Type out the entries again, matching each one exactly.

----------------------------------------

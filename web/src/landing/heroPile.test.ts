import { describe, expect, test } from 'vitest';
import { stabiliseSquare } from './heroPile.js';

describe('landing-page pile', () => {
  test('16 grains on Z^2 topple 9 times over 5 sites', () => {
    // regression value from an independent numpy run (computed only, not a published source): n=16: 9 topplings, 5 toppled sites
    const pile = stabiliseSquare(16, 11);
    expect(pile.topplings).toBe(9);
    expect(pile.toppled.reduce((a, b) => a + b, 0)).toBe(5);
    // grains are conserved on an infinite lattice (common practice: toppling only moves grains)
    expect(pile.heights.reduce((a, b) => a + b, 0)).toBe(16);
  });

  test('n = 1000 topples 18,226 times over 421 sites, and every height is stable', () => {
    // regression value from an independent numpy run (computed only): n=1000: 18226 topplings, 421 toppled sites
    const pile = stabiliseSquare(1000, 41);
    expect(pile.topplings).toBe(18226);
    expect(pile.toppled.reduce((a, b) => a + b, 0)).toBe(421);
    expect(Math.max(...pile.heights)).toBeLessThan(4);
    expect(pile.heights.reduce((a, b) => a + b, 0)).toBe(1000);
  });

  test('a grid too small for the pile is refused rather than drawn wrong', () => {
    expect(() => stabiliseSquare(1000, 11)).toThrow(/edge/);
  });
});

----------------------------------------

## OUTPUT BELOW
filename web/src/landing/heroPile.test.ts
import { describe, expect, test } from 'vitest';
import { stabiliseSquare } from './heroPile.js';

describe('landing-page pile', () => {
  test('16 grains on Z^2 topple 9 times over 5 sites', () => {
    // regression value from an independent numpy run (computed only, not a published source): n=16: 9 topplings, 5 toppled sites
    const pile = stabiliseSquare(16, 11);
    expect(pile.topplings).toBe(9);
    expect(pile.toppled.reduce((a, b) => a + b, 0)).toBe(5);
    // grains are conserved on an infinite lattice (common practice: toppling only moves grains)
    expect(pile.heights.reduce((a, b) => a + b, 0)).toBe(16);
  });

  test('n = 1000 topples 18,226 times over 421 sites, and every height is stable', () => {
    // regression value from an independent numpy run (computed only): n=1000: 18226 topplings, 421 toppled sites
    const pile = stabiliseSquare(1000, 41);
    expect(pile.topplings).toBe(18226);
    expect(pile.toppled.reduce((a, b) => a + b, 0)).toBe(421);
    expect(Math.max(...pile.heights)).toBeLessThan(4);
    expect(pile.heights.reduce((a, b) => a + b, 0)).toBe(1000);
  });

  test('a grid too small for the pile is refused rather than drawn wrong', () => {
    expect(() => stabiliseSquare(1000, 11)).toThrow(/edge/);
  });
});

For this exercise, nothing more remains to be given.